▶ _Requirement_:
Somewhere below is a line with "await removeFromOutbox(item.key);" and, later, a line with "const status = isApiError(error)"; repeat those two lines and all the lines between them, exactly as they are.

▶ _Record set_:
################

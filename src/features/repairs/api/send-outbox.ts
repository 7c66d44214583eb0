// Sends the repairs waiting in the phone's outbox (lib/offline-queue.ts), oldest first: the
// repair with its Idempotency-Key, then its photos one by one. A lost connection leaves an item
// waiting for the next try (the `online` event, the app's start, every half minute while items
// wait, "Send now"); a refusal no retry can fix (a 4xx) moves it to "needs attention" with the
// server's words, for the technician to fix or discard.
import type { QueryClient } from '@tanstack/react-query';
import type { RepairItem } from '@shared/schemas/repairs';
import { isApiError } from '@/lib/api-client';
import { errorMessage } from '@/lib/errors';
import { listOutbox, removeFromOutbox, updateOutboxItem, type OutboxPhoto, type OutboxRepair } from '@/lib/offline-queue';
import { uploadWithProgress } from '@/lib/upload-with-progress';
import { cabinetKeys } from '@/resources/cabinets';
import { repairKeys, repairRequests } from '@/resources/repairs';
import { stockKeys } from '@/resources/stock';
import { ticketKeys } from '@/resources/tickets';
import { visitKeys } from '@/resources/visits';
import { wallKeys } from '@/resources/walls';

/** Every screen a logged repair changes: the repairs, the visit, the ticket, the cabinet, the wall map, the stock. */
export const repairWriteKeys = [repairKeys.all, visitKeys.all, ticketKeys.all, cabinetKeys.all, wallKeys.all, stockKeys.all] as const;

/** Attaches a photo to a recorded repair (`POST /api/repairs/:id/photos`, multipart field `file`). */
function uploadRepairPhoto(repairId: string, photo: OutboxPhoto) {
  const body = new FormData();
  body.append('file', photo.blob, photo.name);
  return uploadWithProgress<unknown>(`/api/repairs/${encodeURIComponent(repairId)}/photos`, { body });
}

/**
 * Worth trying again later: no answer at all (offline, one bar of signal), the server busy or
 * restarting, or the session ended (the technician signs in again and the item goes then).
 */
export function isTransient(error: unknown): boolean {
  if (!isApiError(error)) return true;
  return error.status === 0 || error.status >= 500 || error.status === 401 || error.status === 408 || error.status === 429;
}

export type SendResult = 'sent' | 'waiting' | 'refused';

async function sendOne(item: OutboxRepair): Promise<SendResult> {
  const now = new Date().toISOString();
  await updateOutboxItem(item.key, (i) => ({ ...i, attempts: i.attempts + 1, lastTriedAt: now }));
  let repairId = item.repairId;
  try {
    if (!repairId) {
      // The same key on every try: if an earlier try reached the server and only its answer was
      // lost, the server answers with that first repair and writes nothing.
      const repair: RepairItem = await repairRequests.create({ key: item.key, input: item.input });
      repairId = repair.id;
      await updateOutboxItem(item.key, (i) => ({ ...i, repairId: repair.id }));
    }
    for (const photo of item.photos) {
      await uploadRepairPhoto(repairId, photo);
      await updateOutboxItem(item.key, (i) => ({ ...i, photos: i.photos.filter((p) => p.id !== photo.id) }));
    }
    await removeFromOutbox(item.key);
    return 'sent';
  } catch (error) {
    if (isTransient(error)) {
      await updateOutboxItem(item.key, (i) => ({ ...i, lastError: errorMessage(error) }));
      return 'waiting';
    }
    const status = isApiError(error) ? error.status : 0;
    const code = isApiError(error) ? error.code : 'unknown';
    const message = isApiError(error) && error.message ? error.message : errorMessage(error);
    await updateOutboxItem(item.key, (i) => ({
      ...i,
      state: 'needs_attention',
      lastError: null,
      problem: { status, code, message, afterSaved: repairId !== null },
    }));
    return 'refused';
  }
}

export interface SendSummary {
  sent: number;
  waiting: number;
  refused: number;
  /** What each item tried came to, by key. */
  results: Record<string, SendResult>;
}

let running: Promise<SendSummary> | null = null;

async function sendWaiting(queryClient: QueryClient, only?: string): Promise<SendSummary> {
  const summary: SendSummary = { sent: 0, waiting: 0, refused: 0, results: {} };
  const items = (await listOutbox()).filter((i) => i.state === 'waiting' && (!only || i.key === only));
  // The phone knows it has no network: nothing to try until the `online` event.
  if (typeof navigator !== 'undefined' && navigator.onLine === false) {
    for (const item of items) summary.results[item.key] = 'waiting';
    summary.waiting = items.length;
    return summary;
  }
  for (const item of items) {
    const result = await sendOne(item);
    summary.results[item.key] = result;
    summary[result] += 1;
    // No connection: the rest would fail the same way; they go at the next try.
    if (result === 'waiting') break;
  }
  if (summary.sent > 0) await Promise.all(repairWriteKeys.map((queryKey) => queryClient.invalidateQueries({ queryKey })));
  return summary;
}

/**
 * Sends what waits, one run at a time in this tab (a Web Lock keeps two tabs from sending the
 * same item at once; the key would make a double send harmless anyway).
 */
export function sendOutbox(queryClient: QueryClient, options: { only?: string } = {}): Promise<SendSummary> {
  if (running) {
    return running.then(
      () => sendOutbox(queryClient, options),
      () => sendOutbox(queryClient, options),
    );
  }
  const run = () => sendWaiting(queryClient, options.only);
  const locked: Promise<SendSummary> =
    typeof navigator !== 'undefined' && navigator.locks
      ? navigator.locks.request('gridkeep-outbox', run).then((summary) => summary)
      : run();
  running = locked.finally(() => {
    running = null;
  });
  return running;
}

################

▶ _Worked solution_:
    await removeFromOutbox(item.key);
    return 'sent';
  } catch (error) {
    if (isTransient(error)) {
      await updateOutboxItem(item.key, (i) => ({ ...i, lastError: errorMessage(error) }));
      return 'waiting';
    }
    const status = isApiError(error) ? error.status : 0;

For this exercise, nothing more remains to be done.